Nothing before the line containing "assert!(light.colour.is_none() && light.magnitudes.is_none());" should appear; please restate that line and every later line word for word through the end of the listing.
(Records for the task Opens)
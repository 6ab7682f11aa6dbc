//! The star's light at one moment as numbers: shares, brightness to the eye, colour for screens, magnitudes.

use super::moment::StarMoment;
use crate::physics::light::{
    BandShares, Chromaticity, CorrelatedTemperature, DRAPER_POINT_K, DwarfColour, RgbSpace, ScreenColour, Tristimulus,
    VisualPhotometry, WideColour, absolute_bolometric_magnitude, absolute_visual_magnitude, apparent_magnitude,
    band_shares, blackbody_tristimulus, correlated_temperature, largest_channel_one, luminance_cd_m2,
    luminous_efficacy_lm_w, luminous_flux_lm, measured_dwarf_colour, screen_colour, total_exitance_w_m2,
    visual_photometry, wide_colour, wien_peak_thz,
};
use crate::physics::star::Phase;
use crate::units::constants::{SOLAR_GM_M3_S2, SOLAR_RADIUS_M, SOLAR_TEMPERATURE_K};

/// A star's light, as that of a blackbody unless it says otherwise.
#[derive(Clone, Debug, PartialEq)]
pub struct Starlight {
    /// Effective temperature, K.
    pub temperature_k: f64,
    /// Shares of ultraviolet, visible and infrared in the energy.
    pub shares: BandShares,
    /// Peak of the spectrum per unit frequency, THz.
    pub peak_frequency_thz: f64,
    /// Power radiated by each square metre, W m⁻².
    pub exitance_w_m2: f64,
    /// Lumens in each watt of all radiation, lm W⁻¹.
    pub luminous_efficacy_lm_w: f64,
    /// Luminance of the surface, cd m⁻².
    pub luminance_cd_m2: f64,
    /// That luminance over a 5772 K blackbody's.
    pub luminance_over_sun: f64,
    /// Light of the whole star, lm.
    pub luminous_flux_lm: Option<f64>,
    /// Colour of the blackbody, where it glows.
    pub colour: Option<StarColour>,
    /// Colour of measured main-sequence dwarfs of this temperature, where there are any.
    pub dwarf: Option<DwarfColour>,
    /// Magnitudes in V and B − V, where they mean something.
    pub magnitudes: Option<StarMagnitudes>,
}

/// A colour as screens and projectors need it, not adapted: the light as it is emitted.
#[derive(Clone, Debug, PartialEq)]
pub struct StarColour {
    /// Tristimulus values; Y is the luminous exitance, lm m⁻².
    pub light: Tristimulus,
    /// CIE 1931 x, y.
    pub chromaticity: Chromaticity,
    /// CIE 1976 u′, v′.
    pub u_v_prime: [f64; 2],
    /// Correlated colour temperature and distance from the locus, where the locus reaches.
    pub correlated: Option<CorrelatedTemperature>,
    /// Linear RGB in the order of [`RgbSpace::ALL`], largest channel 1, negative where the space lacks the colour.
    pub linear_rgb: [[f64; 3]; 3],
    /// Encoded for an sRGB screen.
    pub screen: ScreenColour,
    /// Encoded for a Display P3 screen.
    pub wide: WideColour,
}

/// Broadband estimates of the star's light.
#[derive(Clone, Debug, PartialEq)]
pub struct StarMagnitudes {
    /// Colour index, bolometric correction, relation, half-width, cautions.
    pub photometry: VisualPhotometry,
    /// Absolute bolometric magnitude, mag.
    pub absolute_bolometric_mag: f64,
    /// Absolute V magnitude, mag.
    pub absolute_visual_mag: f64,
}

impl Starlight {
    /// The light of a star at a moment; `None` where no light is modelled.
    #[must_use]
    pub fn of(star: &StarMoment) -> Option<Self> {
        let temperature_k = star.effective_temperature_k?;
        let luminance = luminance_cd_m2(temperature_k).ok()?;
        Some(Self {
            temperature_k,
            shares: band_shares(temperature_k).ok()?,
            peak_frequency_thz: wien_peak_thz(temperature_k).ok()?,
            exitance_w_m2: total_exitance_w_m2(temperature_k).ok()?,
            luminous_efficacy_lm_w: luminous_efficacy_lm_w(temperature_k).ok()?,
            luminance_cd_m2: luminance,
            luminance_over_sun: luminance / luminance_cd_m2(SOLAR_TEMPERATURE_K).ok()?,
            luminous_flux_lm: star
                .luminosity_lsun
                .and_then(|luminosity_lsun| luminous_flux_lm(luminosity_lsun, temperature_k).ok()),
            colour: StarColour::of_blackbody(temperature_k),
            dwarf: is_dwarf(star.phase).then(|| measured_dwarf_colour(temperature_k).ok()).flatten(),
            magnitudes: StarMagnitudes::of(star),
        })
    }

    /// The V magnitude from a distance in parsecs, mag, without dust on the way.
    #[must_use]
    pub fn visual_mag_at(&self, distance_pc: f64) -> Option<f64> {
        apparent_magnitude(self.magnitudes.as_ref()?.absolute_visual_mag, distance_pc).ok()
    }
}

impl StarColour {
    /// The colour of a blackbody; `None` where nothing glows.
    #[must_use]
    pub fn of_blackbody(temperature_k: f64) -> Option<Self> {
        if temperature_k < DRAPER_POINT_K {
            return None;
        }
        Self::of(blackbody_tristimulus(temperature_k).ok()?)
    }

    /// The colour of any light; `None` where there is none.
    #[must_use]
    pub fn of(light: Tristimulus) -> Option<Self> {
        let chromaticity = light.chromaticity()?;
        let [rec709, p3, rec2020] = RgbSpace::ALL.map(|space| largest_channel_one(space.linear(light)));
        Some(Self {
            light,
            chromaticity,
            u_v_prime: chromaticity.u_v_prime(),
            correlated: correlated_temperature(chromaticity).ok(),
            linear_rgb: [rec709?, p3?, rec2020?],
            screen: screen_colour(light)?,
            wide: wide_colour(light)?,
        })
    }
}

impl StarMagnitudes {
    fn of(star: &StarMoment) -> Option<Self> {
        let photometry = visual_photometry(star.effective_temperature_k?, log_g_dex(star)?).ok()?;
        let absolute_bolometric_mag = absolute_bolometric_magnitude(star.luminosity_lsun?).ok()?;
        let absolute_visual_mag =
            absolute_visual_magnitude(absolute_bolometric_mag, photometry.bolometric_correction_mag).ok()?;
        Some(Self { photometry, absolute_bolometric_mag, absolute_visual_mag })
    }
}

/// Whether measured dwarfs are its likes: it burns hydrogen in its core.
#[must_use]
pub fn is_dwarf(phase: Phase) -> bool {
    matches!(phase, Phase::FullyMixedMainSequence | Phase::MainSequence | Phase::RadiativeCore)
}

/// Surface gravity, log₁₀ of cm s⁻²: `G M/R²`.
fn log_g_dex(star: &StarMoment) -> Option<f64> {
    let radius_m = star.radius_rsun? * SOLAR_RADIUS_M;
    let gravity_cm_s2 = star.mass_msun * SOLAR_GM_M3_S2 / (radius_m * radius_m) * 100.0;
    (gravity_cm_s2 > 0.0 && gravity_cm_s2.is_finite()).then(|| gravity_cm_s2.log10())
}

#[cfg(test)]
mod tests {
    use super::*;
    use crate::physics::light::{blackbody_swatch, colour_words};

    pub(crate) fn star(phase: Phase, temperature_k: f64, luminosity_lsun: f64, radius_rsun: f64) -> StarMoment {
        StarMoment {
            phase,
            mass_msun: 1.0,
            luminosity_lsun: Some(luminosity_lsun),
            radius_rsun: Some(radius_rsun),
            effective_temperature_k: Some(temperature_k),
            core_mass_msun: None,
            mass_loss_msun_yr: 0.0,
            core_hydrogen_fraction: None,
            interior: None,
            contraction_yr: None,
            has_old_surface: false,
            peak_wavelength_nm: None,
            swatch: Some(blackbody_swatch(temperature_k)),
            colour: colour_words(temperature_k),
            habitable_zone_au: None,
        }
    }

    #[test]
    fn the_sun_has_the_sun_s_numbers() {
        let light = Starlight::of(&star(Phase::MainSequence, 5772.0, 1.0, 1.0)).expect("light");
        assert!((light.luminous_efficacy_lm_w - 92.03).abs() < 0.01);
        assert!((light.luminance_over_sun - 1.0).abs() < 1e-12);
        let magnitudes = light.magnitudes.clone().expect("magnitudes");
        // Torres 2010, AJ 140, 1158: V = −26.76 ± 0.03 from 1 au, B − V = 0.65.
        assert!((magnitudes.absolute_visual_mag - 4.82).abs() < 0.03, "{magnitudes:?}");
        assert!((magnitudes.photometry.b_minus_v_mag - 0.65).abs() < 0.03, "{magnitudes:?}");
        let from_one_au = light.visual_mag_at(1.0 / 206_264.806).expect("in range");
        assert!((from_one_au + 26.75).abs() < 0.03, "{from_one_au}");
        let colour = light.colour.expect("glows");
        assert!((colour.correlated.expect("on the locus").temperature_k - 5772.0).abs() < 0.1);
        assert!(light.dwarf.expect("a dwarf").difference_de00 > 0.5);
    }

    #[test]
    fn measured_dwarfs_stand_beside_dwarfs_only() {
        let light = |phase, radius_rsun| Starlight::of(&star(phase, 4500.0, 50.0, radius_rsun)).expect("light");
        assert!(light(Phase::MainSequence, 0.7).dwarf.is_some());
        assert!(light(Phase::FirstGiantBranch, 12.0).dwarf.is_none());
        let hot = Starlight::of(&star(Phase::MainSequence, 60_000.0, 1e6, 10.0)).expect("light");
        assert!(hot.dwarf.is_none() && hot.magnitudes.is_some());
    }

    #[test]
    fn a_cold_ember_has_shares_but_no_colour_and_no_magnitude() {
        let light = Starlight::of(&star(Phase::CarbonOxygenWhiteDwarf, 600.0, 1e-9, 0.01)).expect("light");
        assert!(light.colour.is_none() && light.magnitudes.is_none());
        assert!(light.shares.infrared > 0.999);
        let none = StarMoment { effective_temperature_k: None, ..star(Phase::BlackHole, 1.0, 1.0, 1.0) };
        assert_eq!(Starlight::of(&none), None);
    }
}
(Records for the task Closes)
Result of the exercise:
        assert!(light.colour.is_none() && light.magnitudes.is_none());
        assert!(light.shares.infrared > 0.999);
        let none = StarMoment { effective_temperature_k: None, ..star(Phase::BlackHole, 1.0, 1.0, 1.0) };
        assert_eq!(Starlight::of(&none), None);
    }
}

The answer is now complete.